MOSCOW, October 16 (Howard Amos, RIA Novosti) – Public prayers to mark the beginning of the Islamic feast of Eid al-Adha were not as crowded as usual this year in Moscow.
A violent nationalist rampage over the weekend has left the city’s migrant laborers, many of them from mainly Muslim former Soviet nations, feeling uneasy.
Speaking outside the Cathedral Mosque in downtown Moscow, Maksu Magdisyan, a crane operator from Armenia, said he knew of several fellow Muslims who had decided against attending prayers because they were scared.
“The imam warned us that there could be provocations,” Magdisyan said.
Moscow police estimated Tuesday that about 103,000 people had gathered in the morning sunshine for ritual prayers on the first day of festivities for Eid al-Adha, known in Russia by its Turkic name of Kurban Bairam. That’s nearly one-third less than braved the rain last year.
Ethnic Violence in Moscow
Nerves have been frayed among the city’s migrant population since an unsanctioned protest over the killing of 25-year old Yegor Shcherbakov last week in the southern Moscow neighborhood of Biryulyovo spiraled out of control. The suspected killer, identified as Orkhan Zeinalov, from Azerbaijan, was apprehended Tuesday by police special forces in a town 120 kilometers outside Moscow.
On Sunday evening, nationalist protesters clashed with riot police and attacked Biryulyovo’s Pokrovsky vegetable warehouse, where many migrant laborers work.
Video footage shows mobs of young men shouting “Go Russia” as they smash windows.
Researchers writing for Russian news website Slon.ru said in an article this week that the number of Azerbaijanis living in Biryulyovo has earned the district the nickname “little Baku” – a reference to the former Soviet nation’s capital.
Long-standing Tension
According to federal migration officials, 11.3 million foreigners entered Russia in the first six months of this year, including 3 million who work illegally. But the term “migrant” is often used to refer to Russian citizens from the North Caucasus region who have non-Slavic ethnic roots and cultural backgrounds.

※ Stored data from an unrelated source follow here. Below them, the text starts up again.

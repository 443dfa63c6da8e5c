"""What a trial must be for its figures to mean something: thresholds by name, and the rows that break them."""

from __future__ import annotations

from dataclasses import dataclass
from typing import Literal

import numpy as np
from numpy.typing import NDArray

from stillfield.decisions.trial import MAD_TO_SD, expected_spread

Array = NDArray[np.float64]
Weight = Literal["refused", "warned", "told"]

#: Heat that evaporates a kilogram of water at its boiling point, the least there is in an open still (IAPWS,
#: 2.257 MJ kg-1). [MJ kg-1]
LEAST_LATENT_HEAT_MJ_KG = 2.257

_MOST_ROWS_TOLD = 12


@dataclass(frozen=True)
class TrialRules:
    """Thresholds of a trial; those without a source are choices of this project.

    Attributes
    ----------
    least_days : int
        Days with measured and modelled litres below which no factor is given.
    season_days : int
        First to last day; less is one season.
    season_range : float
        Modelled litres that only one day in ten exceeds, over those that nine in ten exceed; less is one kind of
        weather. [1]
    outlier_spreads : float
        A day farther from the rest than so many robust standard deviations (median absolute deviation) stands out.
    outlier_share : float
        ... and farther than this share of the expected litres, so that a very even log has no outliers. [1]
    most_outliers : float
        Share of the days that may stand out; more is no accident but the nature of the log. [1]
    usual_efficiency : float
        Share of the sunshine in the distillate that single-effect basin stills are not known to exceed over a day
        (Cooper 1973, Solar Energy 15:205, quoted from memory). [1]
    """

    least_days: int = 10
    season_days: int = 90
    season_range: float = 1.5
    outlier_spreads: float = 6.0
    outlier_share: float = 0.5
    most_outliers: float = 0.05
    usual_efficiency: float = 0.60


@dataclass(frozen=True)
class Finding:
    """What a rule says of a trial.

    Attributes
    ----------
    weight : {'refused', 'warned', 'told'}
        Refused: no figure is given.
    rule : str
        Name of the rule.
    message : str
        A sentence without the rows.
    rows : tuple of int
        Rows of the log, as a spreadsheet numbers them.
    """

    weight: Weight
    rule: str
    message: str
    rows: tuple[int, ...] = ()

    def __str__(self) -> str:
        """Sentence with the rows, the first of them."""
        if not self.rows:
            return self.message
        rest = len(self.rows) - _MOST_ROWS_TOLD
        shown = ", ".join(map(str, self.rows[:_MOST_ROWS_TOLD])) + (f" and {rest} more" if rest > 0 else "")
        return f"{self.message} (row{'s' if len(self.rows) > 1 else ''} {shown})"


@dataclass(frozen=True)
class LoggedDays:
    """Days of one still as they were logged, with the model beside them.

    Attributes
    ----------
    row : ndarray of int, shape (day,)
        Row in the log.
    day : ndarray of int, shape (day,)
        Number of the day on one calendar, rising.
    measured, modelled : ndarray, shape (day,)
        NaN where nothing was measured, or where there is no weather. [L m-2]
    irradiation : ndarray, shape (day,)
        Most sunshine of the day itself and of the days whose heat it may still give; NaN where unknown. [MJ m-2]
    """

    row: NDArray[np.int64]
    day: NDArray[np.int64]
    measured: Array
    modelled: Array
    irradiation: Array


def screen(
    days: LoggedDays, rules: TrialRules | None = None, *, outliers: Literal["keep-out", "refuse", "keep"] = "keep-out",
    energy_factor: float = 1.0,
) -> tuple[NDArray[np.bool_], list[Finding]]:
    """Hold the days of one still against the rules.

    Parameters
    ----------
    days : LoggedDays
        One still.
    rules : TrialRules, optional
        Thresholds.
    outliers : {'keep-out', 'refuse', 'keep'}
        What becomes of days that stand out.
    energy_factor : float
        Energy the still takes in over the sunshine on its basin: above 1 with reflectors or further heat. [1]

    Returns
    -------
    kept : ndarray of bool, shape (day,)
        Days to work with.
    findings : list of Finding
        What was found; with any 'refused' among them no figure should be given.

    Examples
    --------
    >>> three = np.array([1, 2, 3])
    >>> litres = np.array([3.0, 3.1, 2.9])
    >>> kept, findings = screen(LoggedDays(three + 1, three, litres, litres, 8.0 * litres))
    >>> findings[0].weight, findings[0].rule
    ('refused', 'least_days')
    """
    used = rules or TrialRules()
    there = np.isfinite(days.measured) & np.isfinite(days.modelled)
    findings = [*_absent(days), *_impossible(days, used, energy_factor)]
    kept = there.copy()
    if there.sum() >= used.least_days and outliers != "keep":
        out = there & _stands_out(days, there, used)
        kept &= ~out
        findings += _told_outliers(days.row[out], int(there.sum()), used, outliers)
    return kept, [*_too_few(days.day[kept], days.modelled[kept], used), *findings]


def refused(findings: list[Finding]) -> list[Finding]:
    """Findings that forbid a figure."""
    return [finding for finding in findings if finding.weight == "refused"]


def one_season(findings: list[Finding]) -> bool:
    """Whether the trial tells of one season or one kind of weather only."""
    return any(finding.rule in ("season_days", "season_range") for finding in findings)


def _too_few(day: NDArray[np.int64], modelled: Array, rules: TrialRules) -> list[Finding]:
    if day.size < rules.least_days:
        return [Finding("refused", "least_days", f"{day.size} days with litres and weather are too few for a factor; "
                        f"{rules.least_days} are the least")]
    found = []
    span = int(day[-1] - day[0]) + 1
    if span < rules.season_days:
        found.append(Finding("warned", "season_days", f"the days span {span} days, which is one season (less than "
                             f"{rules.season_days}): in others the factor may differ"))
    low, high = np.quantile(modelled, [0.1, 0.9])
    if high < rules.season_range * low:
        found.append(Finding(
            "warned", "season_range", f"the modelled litres run from {low:.2g} to {high:.2g} L m-2 on most days, one "
            f"kind of weather (less than {rules.season_range:g} to 1): in others the factor may differ"))
    return found


def _absent(days: LoggedDays) -> list[Finding]:
    unmeasured = ~np.isfinite(days.measured)
    unmodelled = ~unmeasured & ~np.isfinite(days.modelled)
    found = []
    if unmodelled.any():
        found.append(Finding("warned", "days_without_weather", f"{unmodelled.sum()} measured days have no weather and "
                             "are left out", tuple(days.row[unmodelled].tolist())))
    if unmeasured.any():
        found.append(Finding("told", "days_without_litres", f"{unmeasured.sum()} days have no litres and are left out",
                             tuple(days.row[unmeasured].tolist())))
    return found


def _impossible(days: LoggedDays, rules: TrialRules, energy_factor: float) -> list[Finding]:
    heat = days.irradiation * energy_factor
    ceiling = heat / LEAST_LATENT_HEAT_MJ_KG
    with np.errstate(invalid="ignore"):
        negative = days.measured < 0.0
        above = days.measured > ceiling
        unusual = (days.measured > rules.usual_efficiency * ceiling) & ~above
    found = []
    if negative.any():
        found.append(Finding("refused", "negative_litres", "litres cannot be below 0",
                             tuple(days.row[negative].tolist())))
    if above.any():
        worst = int(np.nanargmax(np.where(above, days.measured / ceiling, np.nan)))
        found.append(Finding(
            "refused", "energy_ceiling", "more litres than the sunshine could evaporate, such as "
            f"{days.measured[worst]:.1f} L m-2 where it can evaporate {ceiling[worst]:.1f}: a slipped decimal point, "
            "a wrong area, or several days in one reading", tuple(days.row[above].tolist())))
    if unusual.any():
        found.append(Finding(
            "warned", "usual_efficiency", f"more than {100 * rules.usual_efficiency:.0f} % of the sunshine in the "
            "distillate, more than basin stills are known for", tuple(days.row[unusual].tolist())))
    return found


def _stands_out(days: LoggedDays, there: NDArray[np.bool_], rules: TrialRules) -> NDArray[np.bool_]:
    """Days whose residual lies far from the median of all, by the median absolute deviation."""
    y, m = days.measured[there], days.modelled[there]
    usual = np.median(y) / np.median(m)
    u = (y - usual * m) / expected_spread(m)
    away = np.abs(u - np.median(u))
    limit = max(rules.outlier_spreads * MAD_TO_SD * float(np.median(away)), rules.outlier_share * float(usual))
    out = np.zeros(there.size, dtype=bool)
    out[there] = away > limit
    return out


def _told_outliers(
    rows: NDArray[np.int64], days: int, rules: TrialRules, outliers: Literal["keep-out", "refuse"]
) -> list[Finding]:
    if rows.size == 0:
        return []
    number, numbers = tuple(rows.tolist()), f"{rows.size} day{'s' if rows.size > 1 else ''}"
    most = max(int(rules.most_outliers * days), 1)
    if outliers == "refuse":
        return [Finding("refused", "outliers", f"{numbers} far from all others; correct the log, or let them be kept "
                        "out (outliers: keep-out)", number)]
    if rows.size > most:
        return [Finding("refused", "most_outliers", f"{numbers} far from all others, more than the {most} that may be "
                        "an accident; find out what happened", number)]
    return [Finding("warned", "outliers", f"{numbers} far from all others kept out", number)]
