"""What the water of a still costs: capital spread over years, upkeep, cost per litre.

The usual annual-cost method of engineering economy, as it is used for solar stills: every part is paid off over
its own life by the capital recovery factor, and replaced at the same price when that life ends; its salvage value
comes back through the sinking fund factor; maintenance and electricity are added. All money is per square metre
of basin unless a name says otherwise. The currency is a label and is never converted.

Sources: the two factors stand in every interest table (e.g. Blank & Tarquin, Engineering Economy, "A/P" and "A/F");
for stills e.g. Kabeel, Hamed & El-Agouz 2010, Energy 35:2901 (quoted from memory: FAC = CRF P, ASV = SFF S,
AMC = 15 % of FAC, AC = FAC + AMC - ASV, CPL = AC / M).
"""

from __future__ import annotations

from collections.abc import Mapping
from dataclasses import dataclass
from types import MappingProxyType
from typing import Literal

import numpy as np
from numpy.typing import ArrayLike, NDArray

from stillfield.errors import StillfieldError

Array = NDArray[np.float64]
#: The cheap, the middle and the dear end of a figure.
End = Literal["low", "central", "high"]
ENDS: tuple[End, ...] = ("low", "central", "high")

DAYS_PER_YEAR = 365
#: Days of the months of a nominal year.
MONTH_DAYS = (31, 28, 31, 30, 31, 30, 31, 31, 30, 31, 30, 31)


@dataclass(frozen=True)
class Band:
    """Low, central and high value of one figure; each a number or an array over places or cells."""

    low: Array
    central: Array
    high: Array


@dataclass(frozen=True)
class Part:
    """One part of a still with a price and a life of its own.

    Attributes
    ----------
    name : str
        What it is: 'cover film', 'liner', or 'still' where the whole has one price.
    price_per_m2 : float
        Price with its work and transport, per basin area. [money m-2]
    life_years : float
        Years until it is replaced. [a]
    salvage_share : float
        Share of the price that comes back at the end of its life. [1]
    price_low, price_high : float or None
        Ends of the price; the price itself where not stated. [money m-2]
    life_low, life_high : float or None
        Ends of the life; the life itself where not stated. [a]

    Raises
    ------
    StillfieldError
        When a number is impossible or an end lies on the wrong side.
    """

    name: str
    price_per_m2: float
    life_years: float
    salvage_share: float = 0.0
    price_low: float | None = None
    price_high: float | None = None
    life_low: float | None = None
    life_high: float | None = None

    def __post_init__(self) -> None:
        """Refuse impossible numbers."""
        prices, lives = self.price(), self.life()
        require(0.0 <= prices["low"] <= prices["central"] <= prices["high"] < np.inf,
              f"price of '{self.name}'", prices, "0 <= low <= price <= high")
        require(0.0 < lives["low"] <= lives["central"] <= lives["high"], f"life of '{self.name}'", lives,
              "0 < low <= life <= high")
        require(0.0 <= self.salvage_share <= 1.0, f"salvage share of '{self.name}'", self.salvage_share, "0 to 1")

    def price(self) -> Mapping[End, float]:
        """Price by its ends. [money m-2]."""
        return _ends(self.price_low, self.price_per_m2, self.price_high)

    def life(self) -> Mapping[End, float]:
        """Life by its ends. [a]."""
        return _ends(self.life_low, self.life_years, self.life_high)


@dataclass(frozen=True)
class StillCost:
    """What a still costs to buy and to keep, per square metre of basin.

    Attributes
    ----------
    parts : tuple of Part
        Everything that is paid for; at least one.
    interest : float
        Real interest of a year; 0.08 is 8 %. [a-1]
    currency : str
        Label of the money.
    maintenance_share : float
        Upkeep as a share of the yearly capital recovery ("first annual cost"). [1]
    maintenance_per_m2_year : float
        Upkeep in money, added to the share. [money m-2 a-1]
    electricity_wh_m2_day : float
        Electricity on a working day. [W h m-2 d-1]
    electricity_price_per_kwh : float
        [money kWh-1]
    availability : float
        Share of the days on which the still works. [1]
    unit_area_m2 : float
        Basin area of one still. [m2]

    Raises
    ------
    StillfieldError
        When a number is impossible.
    """

    parts: tuple[Part, ...]
    interest: float
    currency: str = "money"
    maintenance_share: float = 0.0
    maintenance_per_m2_year: float = 0.0
    electricity_wh_m2_day: float = 0.0
    electricity_price_per_kwh: float = 0.0
    availability: float = 1.0
    unit_area_m2: float = 1.0

    def __post_init__(self) -> None:
        """Refuse impossible numbers."""
        require(len(self.parts) > 0, "parts of a still's cost", "none", "at least one part")
        for name in ("interest", "maintenance_share", "maintenance_per_m2_year", "electricity_wh_m2_day",
                     "electricity_price_per_kwh"):
            value = getattr(self, name)
            require(0.0 <= value < np.inf, name, value, "0 or more")
        require(0.0 < self.availability <= 1.0, "availability", self.availability, "above 0 to 1")
        require(0.0 < self.unit_area_m2 < np.inf, "unit_area_m2", self.unit_area_m2, "above 0")


@dataclass(frozen=True)
class AnnualCost:
    """Cost of a year per square metre of basin, item by item. [money m-2 a-1; capital: money m-2]."""

    capital: float
    recovery: float
    maintenance: float
    electricity: float
    salvage: float

    @property
    def total(self) -> float:
        """Recovery + maintenance + electricity - salvage. [money m-2 a-1]."""
        return self.recovery + self.maintenance + self.electricity - self.salvage


def capital_recovery_factor(interest: ArrayLike, years: ArrayLike) -> Array:
    """Yearly payment that pays off 1 with interest over a life.

    CRF = i (1 + i)^n / ((1 + i)^n - 1); 1/n without interest. Source: any interest table, column A/P.

    Parameters
    ----------
    interest : float or ndarray
        Interest of a year, 0 or more. [a-1]
    years : float or ndarray
        Life n, above 0; it need not be whole. [a]

    Returns
    -------
    ndarray, broadcast of both
        [a-1]

    Raises
    ------
    StillfieldError
        Outside these ranges.

    Examples
    --------
    >>> round(float(capital_recovery_factor(0.08, 10)), 5), float(capital_recovery_factor(0.0, 10))
    (0.14903, 0.1)
    """
    return sinking_fund_factor(interest, years) + np.asarray(interest, dtype=np.float64)


def sinking_fund_factor(interest: ArrayLike, years: ArrayLike) -> Array:
    """Yearly deposit that grows to 1 with interest over a life.

    SFF = i / ((1 + i)^n - 1) = CRF - i; 1/n without interest. Source: any interest table, column A/F.

    Parameters
    ----------
    interest : float or ndarray
        Interest of a year, 0 or more. [a-1]
    years : float or ndarray
        Life n, above 0; it need not be whole. [a]

    Returns
    -------
    ndarray, broadcast of both
        [a-1]

    Raises
    ------
    StillfieldError
        Outside these ranges.

    Examples
    --------
    >>> round(float(sinking_fund_factor(0.08, 10)), 5)
    0.06903
    """
    rate, life = np.broadcast_arrays(np.asarray(interest, np.float64), np.asarray(years, np.float64))
    require(bool(np.all((rate >= 0.0) & np.isfinite(rate))), "interest", rate, "0 or more")
    require(bool(np.all(life > 0.0)), "life in years", life, "above 0")
    some = np.where(rate > 0.0, rate, 1.0)
    with np.errstate(over="ignore"):
        # expm1 and log1p keep their digits where interest is close to nothing.
        grown: Array = np.expm1(life * np.log1p(some))
    factor: Array = np.where(rate > 0.0, some / grown, 1.0 / life)
    return factor


def annual_cost(cost: StillCost, end: End = "central") -> AnnualCost:
    """Cost of a year per square metre of basin.

    Each part: recovery = price CRF(i, life), salvage = share price SFF(i, life). Maintenance is its share of the
    recovery plus its money; electricity is paid on working days. The low end takes low prices and long lives, the
    high end high prices and short lives.

    Parameters
    ----------
    cost : StillCost
        Prices, lives and upkeep.
    end : {'low', 'central', 'high'}
        Which end.

    Returns
    -------
    AnnualCost

    Examples
    --------
    >>> still = StillCost((Part("still", 100.0, 10.0, salvage_share=0.2),), interest=0.12, maintenance_share=0.15)
    >>> year = annual_cost(still)
    >>> round(year.recovery, 2), round(year.maintenance, 2), round(year.salvage, 2), round(year.total, 2)
    (17.7, 2.65, 1.14, 19.21)
    """
    life_end: End = {"low": "high", "central": "central", "high": "low"}[end]  # type: ignore[assignment]
    prices = np.array([part.price()[end] for part in cost.parts])
    lives = np.array([part.life()[life_end] for part in cost.parts])
    shares = np.array([part.salvage_share for part in cost.parts])
    recovery = float(prices @ capital_recovery_factor(cost.interest, lives))
    return AnnualCost(
        capital=float(prices.sum()),
        recovery=recovery,
        maintenance=cost.maintenance_share * recovery + cost.maintenance_per_m2_year,
        electricity=electricity_cost(cost.electricity_wh_m2_day, cost.electricity_price_per_kwh, cost.availability),
        salvage=float((prices * shares) @ sinking_fund_factor(cost.interest, lives)),
    )


def electricity_cost(wh_day: float, price_per_kwh: float, availability: float = 1.0) -> float:
    """Electricity of a year's working days.

    Parameters
    ----------
    wh_day : float
        Electricity on a working day. [W h m-2 d-1]
    price_per_kwh : float
        [money kWh-1]
    availability : float
        Share of the days worked. [1]

    Returns
    -------
    float
        [money m-2 a-1]

    Examples
    --------
    >>> electricity_cost(100.0, 0.5)
    18.25
    """
    return wh_day / 1000.0 * DAYS_PER_YEAR * availability * price_per_kwh


def cost_per_litre(yearly: ArrayLike, annual_yield: ArrayLike, availability: ArrayLike = 1.0) -> Array:
    """Cost of a litre: annual cost / (annual yield x availability).

    Parameters
    ----------
    yearly : float or ndarray
        Annual cost. [money m-2 a-1]
    annual_yield : float or ndarray
        Distillate of a year in which the still works every day. [L m-2 a-1]
    availability : float or ndarray
        Share of the days on which it works. [1]

    Returns
    -------
    ndarray, broadcast of all
        [money L-1]; infinite where there is no yield, NaN where the yield is not known.

    Examples
    --------
    >>> cost_per_litre(20.0, [1000.0, 500.0], 0.8)
    array([0.025, 0.05 ])
    """
    money = np.asarray(yearly, np.float64)
    litres = np.asarray(annual_yield, np.float64) * np.asarray(availability, np.float64)
    with np.errstate(divide="ignore", invalid="ignore"):
        price: Array = money / litres
    return np.where(litres == 0.0, np.inf, price)


def cost_per_litre_band(cost: StillCost, yield_low: ArrayLike, yield_central: ArrayLike, yield_high: ArrayLike) -> Band:
    """Cost of a litre from low to high over places or cells.

    The low end takes low prices, long lives and the high yield; the high end the reverse. All errors pulling one way
    make this the widest band, not a likely one.

    Parameters
    ----------
    cost : StillCost
        Prices, lives, upkeep and availability.
    yield_low, yield_central, yield_high : float or ndarray
        Distillate of a year per basin area. [L m-2 a-1]

    Returns
    -------
    Band
        [money L-1]

    Examples
    --------
    >>> still = StillCost((Part("still", 100.0, 10.0, price_low=80.0, price_high=150.0),), interest=0.0)
    >>> band = cost_per_litre_band(still, 500.0, 800.0, 1000.0)
    >>> float(band.low), float(band.central), float(band.high)
    (0.008, 0.0125, 0.03)
    """
    yields: dict[End, ArrayLike] = {"low": yield_high, "central": yield_central, "high": yield_low}
    return Band(*(cost_per_litre(annual_cost(cost, end).total, yields[end], cost.availability) for end in ENDS))


def _ends(low: float | None, central: float, high: float | None) -> Mapping[End, float]:
    return MappingProxyType({
        "low": central if low is None else low, "central": central, "high": central if high is None else high,
    })


def require(holds: bool, what: str, got: object, wanted: str) -> None:
    """Refuse a number that cannot be, unless it `holds`.

    Parameters
    ----------
    holds : bool
        Whether it may stand.
    what : str
        Its name.
    got : object
        What was found.
    wanted : str
        What may stand there.

    Raises
    ------
    StillfieldError
        Where it does not hold.
    """
    if not holds:
        shown = dict(got) if isinstance(got, Mapping) else got
        raise StillfieldError(f"{what} is impossible", got=shown, wanted=wanted)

Frustration at demographic trends seen as threatening the native Russian population has sparked high-profile episodes of violence in recent years. A major undercurrent of the interethnic tensions lies in the widespread perception that the police and justice system are unable, or unwilling, to ensure law and order.
The most significant recent wave of xenophobic unrest was in 2010, when thousands of football fans demonstrated outside the walls of the Kremlin and attacked people of non-Slavic appearance in the street after the murder of a Muscovite football fan. The ostensible trigger for the unrest was the detention and surprisingly quick release of a suspect in the killing, who hailed from the North Caucasus.
Biryulyovo Fallout
The authorities have focused much of their attention in Biryulyovo since Sunday's violence by targeting workers at the Biryulyovo vegetable warehouse, an apparent attempt to soothe local tensions.
About 1,200 people were rounded up in a police raid Monday at the site in what was described as a preventative check for “involvement in criminal activity.” Senior health officials and investigators say it is likely the warehouse will be shut down permanently.
Migrants across Moscow fear that the rigorous police checks could be stepped up after Biryulyovo. Anecdotal accounts of police extorting bribes, even from those carrying correct papers, are already commonplace.
One group of Tajiks and Uzbeks who live and work on the eastern outskirts of Moscow have taken extra precautions during this year’s Eid al-Adha holiday.
While their employer had originally given the green light for about 100 people to gather in a basement and hold an informal prayer meeting, permission was suddenly revoked Monday afternoon, the group’s foreman told RIA Novosti, in light of heightened scrutiny from the authorities post-Biryulyovo.
“So we broke up into groups and … read prayers in four or five rooms” in the dormitories and apartments where they live, said the foreman, who asked that his name not be printed out of fear for himself and the workers he oversees.
“One wrong word and I’ll get deported that very day, that very minute, even though all my papers are in order,” he said.
Mobs: Unaware of Nuance
If the past few days show anything, it is that crowds propelled by nationalist rage make no particular distinctions among the targets of their violence.
An Uzbek migrant who makes his living trading scrap metal and asked that his name not be printed out of concern for job security, said Central Asian migrants were suffering despite having no apparent link to the Biryulyovo events.
“An Azeri kills a Russian, and for some reason we’re the ones who get blamed,” he said.